Model-driven orchestration
When the orchestration sequence itself is a model judgment, the supervisor is an Autonomous Agent coordinator. The coordinator declares a Delegation capability listing the worker agents it may call. The runtime exposes each worker to the coordinator’s model as a tool. The model picks which worker to invoke based on the workers' @Component descriptions and what previous calls returned. The runtime persists task state, retries failed steps, and bounds the loop by an iteration limit.
Workers stay as plain request-based Agents. They don’t know they are being orchestrated; the coordinator handles the routing.
import akka.javasdk.agent.autonomous.AgentDefinition;
import akka.javasdk.agent.autonomous.AutonomousAgent;
import akka.javasdk.agent.autonomous.capability.Delegation;
import akka.javasdk.agent.autonomous.capability.TaskAcceptance;
import akka.javasdk.annotations.Component;
@Component(
id = "activity-coordinator",
description = """
Coordinates worker agents to suggest real-world activities for a user. \
Decides whether to consult the weather agent, the activity agent, or both, \
and synthesizes their results into a single suggestion.\
"""
)
public class ActivityCoordinator extends AutonomousAgent { (1)
@Override
public AgentDefinition definition() {
return define()
.instructions(
"""
When delegating to the activity agent, include the userId from the task header \
(the "User: <userId>" line) in the request so the agent can fetch the user's \
preferences.\
"""
) (2)
.capability(TaskAcceptance.of(ActivityTasks.SUGGEST_ACTIVITIES).maxIterationsPerTask(5)) (3)
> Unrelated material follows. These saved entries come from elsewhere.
def saturated_rows(D, Y, sample_weight, theta, eps=1e-12):
    """Rows of positive weight whose fitted probability of some class is
    within ``eps`` of 0 or 1, the usual symptom of separation (common
    practice in GLM software); additive over row blocks."""
    eta = np.asarray(D, dtype=np.float64) @ theta.T
    if eta.shape[1] == 1:
        eta = np.column_stack([np.zeros(len(eta)), eta])
    log_prob = eta - _logsumexp(eta)[:, None]
    rows = (sample_weight > 0) & np.any(log_prob < np.log(eps), axis=1)
    return {"saturated": int(rows.sum())}


class LogisticProblem:
    """A penalized logistic likelihood in the split engine's coordinates.

    The objective of one class's coefficients ``theta`` (rows of ``(T, p)``)
    is ``sum_i w_i l_i + theta' Q(alpha) theta / 2`` with

        Q(alpha) = alpha * scale * diag(penalized) + ridge,

    the roughness exactly diagonal (the coordinates of a
    :class:`~skfunc._penalized.SplitPath`) and a fixed small ridge.

    Parameters
    ----------
    D : ndarray or dask array of shape (n, p)
        Design: a column of ones when the intercept is fitted, then the
        centred integrated design and covariates in the path's coordinates.
    Y : ndarray or dask array of shape (n, T)
    sample_weight : ndarray or dask array of shape (n,)
    penalized : ndarray of bool, shape (p,)
        Columns the roughness penalty acts on.
    scale : float
        Engine weight of ``alpha = 1``
        (:func:`~skfunc._penalized.penalty_scale` of the centred design).
    ridge : ndarray of shape (p, p)
        The fixed ridge (zero on the intercept); applied for ``alpha > 0``.
    fit_intercept : bool
        Whether the first column of ``D`` is the intercept's.
    class_sums : ndarray of shape (T,)
        ``sum_i w_i Y_i``: the class totals (the intercept-only fit).
    total_weight : float
        ``sum_i w_i``.
    column_size : ndarray of shape (p,)
        ``sum_i w_i D_ij^2`` (the multinomial shift penalty's weights).
    """

    def __init__(self, D, Y, sample_weight, *, penalized, scale, ridge,
                 fit_intercept, class_sums, total_weight, column_size):
        # read by every Newton step: Dask arrays are kept on the workers
        self.rows = KeptRows(D, Y, sample_weight)
        self.D, self.Y, self.sample_weight = self.rows.arrays
        self.penalized = np.asarray(penalized, dtype=bool)
        self.scale = float(scale)
        self.ridge = ridge
        self.fit_intercept = bool(fit_intercept)
        self.class_sums = np.atleast_1d(np.asarray(class_sums, dtype=np.float64))
        self.total_weight = float(total_weight)
        n_out, p = self.shape
        if n_out > 1:
            # The softmax is unchanged by a common shift of all classes'
            # coefficients; a penalty on their sum over classes selects the
            # centred solution without moving the optimum (whose sum is
            # zero) and makes the Hessian invertible.
            shift_size = np.where(column_size > 0, column_size, 1.0) / n_out
            self.shift = np.kron(np.ones((n_out, n_out)), np.diag(shift_size))
        else:
            self.shift = np.zeros((p, p))
        self.n_passes = 0

    @property
    def shape(self):
        return self.class_sums.size, self.penalized.size

    def quadratic(self, alpha):
        """The penalty's Hessian for all classes, ``kron(I, Q) + shift``."""
        n_out, p = self.shape
        if alpha == 0:
            Q = np.zeros((p, p))
        else:
            Q = self.ridge + np.diag(alpha * self.scale * self.penalized)
        return np.kron(np.eye(n_out), Q) + self.shift

    def sums(self, theta, derivatives=True):
        """:func:`newton_statistics` over the row blocks (one pass), each
        block in cache-sized row pieces (:func:`skfunc._blocks.in_pieces`:
        the per-row cost of a step does not grow once the design outgrows
        the cache)."""
        self.n_passes += 1
        return self.rows(partial(in_pieces, partial(
            newton_statistics, theta=theta, derivatives=derivatives)))

    def start(self):
        """Coefficients of the intercept-only fit (class frequencies)."""
        n_out, p = self.shape
        theta = np.zeros((n_out, p))
        if self.fit_intercept:
            freq = np.clip(self.class_sums / self.total_weight, 1e-12, 1.0)
            if n_out == 1:
                theta[0, 0] = np.log(freq[0]) - np.log1p(-min(freq[0], 1 - 1e-12))
            else:
                theta[:, 0] = np.log(freq) - np.log(freq).mean()
        return theta

    def newton(self, alpha, theta, tol, max_iter, current=None):
        """Minimise the penalized loss from ``theta`` by damped Newton steps.

        ``current`` is ``sums(theta)`` when already known. Every trial point
        is one pass computing loss, gradient and Hessian together, so an
        accepted step (the usual case) costs one pass over the rows.

        Returns ``theta, n_iter, converged, stats, quadratic`` with
        ``stats`` the sums at the returned ``theta``.
        """
        n_out, p = self.shape
        quadratic = self.quadratic(alpha)

        def penalized(theta, stats):
            flat = theta.ravel()
            return stats["loss"] + flat @ quadratic @ flat / 2

        if current is None:
            current = self.sums(theta)
        value = penalized(theta, current)
        converged, n_iter = False, 0
        while n_iter < max_iter:
            n_iter += 1
            grad = current["grad"] + quadratic @ theta.ravel()
            step = _newton_step(current["hess"] + quadratic, grad)
            decrement = grad @ step
            if not decrement > 0:  # at the optimum to rounding
                converged = True
                break
            # a decrease below sqrt(eps) of the objective is lost to rounding
            # in the line search's test: take the full step there, where the
            # objective is quadratic to rounding
            tiny = decrement / 2 <= 1.5e-8 * (1.0 + abs(value))
            size = 1.0
            while True:
                trial = theta - size * step.reshape(n_out, p)
                stats = self.sums(trial)
                trial_value = penalized(trial, stats)
                if tiny or trial_value <= value - 1e-4 * size * decrement or size < 1e-10:
                    break
                size /= 2
            theta, current, value = trial, stats, trial_value
            if decrement / 2 <= tol * (1.0 + abs(value)):
                converged = True  # after a last step: Newton converges fast
                break
        return theta, n_iter, converged, current, quadratic

    def ubre(self, stats, quadratic):
        """Un-biased risk estimate of the fit and its effective degrees of freedom.

        ``UBRE = deviance / sum(w) - 1 + 2 edf / sum(w)`` with ``edf =
        trace((H + S)^-1 H)`` (Craven and Wahba's unbiased risk estimate for
        a known dispersion, 1 for Bernoulli and multinomial data, with the
        deviance in place of the residual sum of squares: O'Sullivan, Yandell
        and Raynor, 1986; Gu, 1992; Wood, 2008). For 0/1 labels the deviance
        is twice the negative log-likelihood.
        """
        # edf = dim - trace(M^-1 S), M = H + S = L L'; M^-1 from the
        # Cholesky factor (LAPACK potrf and potri: 1 n^3 flops, against 3.3
        # n^3 for L, L^-1 and L^-1 S). potri writes the lower triangle of
        # M^-1 over L and leaves the upper one as it was, zero (potrf with
        # clean=1), so trace(M^-1 S), the elementwise sum of the symmetric
        # M^-1 * S, is twice the sum over the lower triangle less the diagonal
        lower, info = dpotrf(stats["hess"] + quadratic, lower=1, clean=1)
        if info == 0:
            inverse, info = dpotri(lower, lower=1)
        if info != 0 or not np.isfinite(lower).all():
            return np.inf, np.nan
        # (the factor is in Fortran order: its transpose meets S in C order)
        trace = 2 * np.vdot(inverse.T, quadratic) - np.diagonal(inverse) @ np.diagonal(quadratic)
        edf = len(lower) - float(trace)
        return (2 * stats["loss"] + 2 * edf) / self.total_weight - 1.0, edf

    def path(self, alphas, tol, max_iter, path_tol=None, warn=True):
        """Fit at every alpha, largest first, each fit starting from the last.

        ``alphas`` is ascending. The fits along the path stop at the looser
        ``max(tol, path_tol)``; the chosen one is then refined to ``tol``.

        Returns a dict: ``criterion`` and ``edf`` (one per alpha), ``best``
        (:func:`~skfunc._alpha.best_index`, which warns when it is an end of
        several candidates and ``warn``), ``theta``, ``stats`` and
        ``converged`` of the fit there, and ``n_iter`` (Newton iterations in
        all).
        """
        alphas = np.asarray(alphas, dtype=np.float64)
        criterion = np.full(alphas.size, np.inf)
        edf = np.full(alphas.size, np.nan)
        path_tol = PATH_TOL if path_tol is None else path_tol
        loose = max(tol, path_tol) if alphas.size > 1 else tol
        theta, current, n_iter, fits = self.start(), None, 0, {}
        with single_thread_blas_up_to(self.penalized.size * self.class_sums.size):
            for j in range(alphas.size)[::-1]:
                # the likelihood's sums at the last fit serve the next alpha
                # (the penalty is added in closed form): no pass to start
                theta, it, converged, current, quadratic = self.newton(
                    alphas[j], theta, loose, max_iter, current=current
                )
                n_iter += it
                criterion[j], edf[j] = self.ubre(current, quadratic)
                fits[j] = (theta, current)
            best = (
                best_index(criterion, alphas, criterion="UBRE", warn=warn,
                           low_advice=SEPARABLE_EDGE_ADVICE)
                if alphas.size > 1
                else 0
            )
            if loose > tol or best != 0:  # the last fit made is at index 0
                theta, it, converged, current, _ = self.newton(
                    alphas[best], fits[best][0], tol, max_iter, current=fits[best][1]
                )
                n_iter += it
        saturated = alphas[best] == 0 and self.rows(partial(
            in_pieces, partial(saturated_rows, theta=theta)))["saturated"] > 0
        return {
            "saturated": saturated,
            "criterion": criterion,
            "edf": edf,
            "best": best,
            "theta": theta,
            "hess": current["hess"],
            "converged": converged,
            "n_iter": n_iter,
        }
.capability(Delegation.to(WeatherAgent.class, ActivityAgent.class)); (4)
}
}
| 1 | Extend AutonomousAgent. There is no command handler; the runtime drives the loop until each task completes. |
| 2 | Optional definition-level instructions for guidance specific to this coordinator. Most coordinators don’t need this. |
| 3 | Declare the accepted task type. maxIterationsPerTask bounds the model loop as a safety net. |
| 4 | List the workers the coordinator may delegate to. Delegation.to accepts both request-based Agents and other Autonomous Agents. |
The model picks workers based on their @Component descriptions, so a worker’s description should describe what it is for, not how it is invoked. The WeatherAgent advertises itself as the source of weather information:
@Component(
id = "weather-agent",
name = "Weather Agent",
description = """
An agent that provides weather information. It can provide current weather, \
forecasts, and other related information.\
"""
)
public class WeatherAgent extends Agent {
The ActivityAgent advertises its own purpose the same way, and the coordinator’s model chooses between them per request.
See Autonomous Agents for more details and the other coordination capabilities (handoff, teams, moderation). The planner-agent tutorial walks through this coordinator end-to-end.
Combining the two approaches
The two approaches are not mutually exclusive. A workflow can invoke an Autonomous Agent from any of its steps, the same way it invokes a request-based Agent. This fits scenarios where the overall sequence is fixed but a particular stage benefits from model-driven coordination. For example, a research stage where a coordinator delegates to several specialists, or a review stage that runs as a team or a moderated conversation. The workflow keeps the durable state machine across stages, while the Autonomous Agent handles the elaboration within a stage.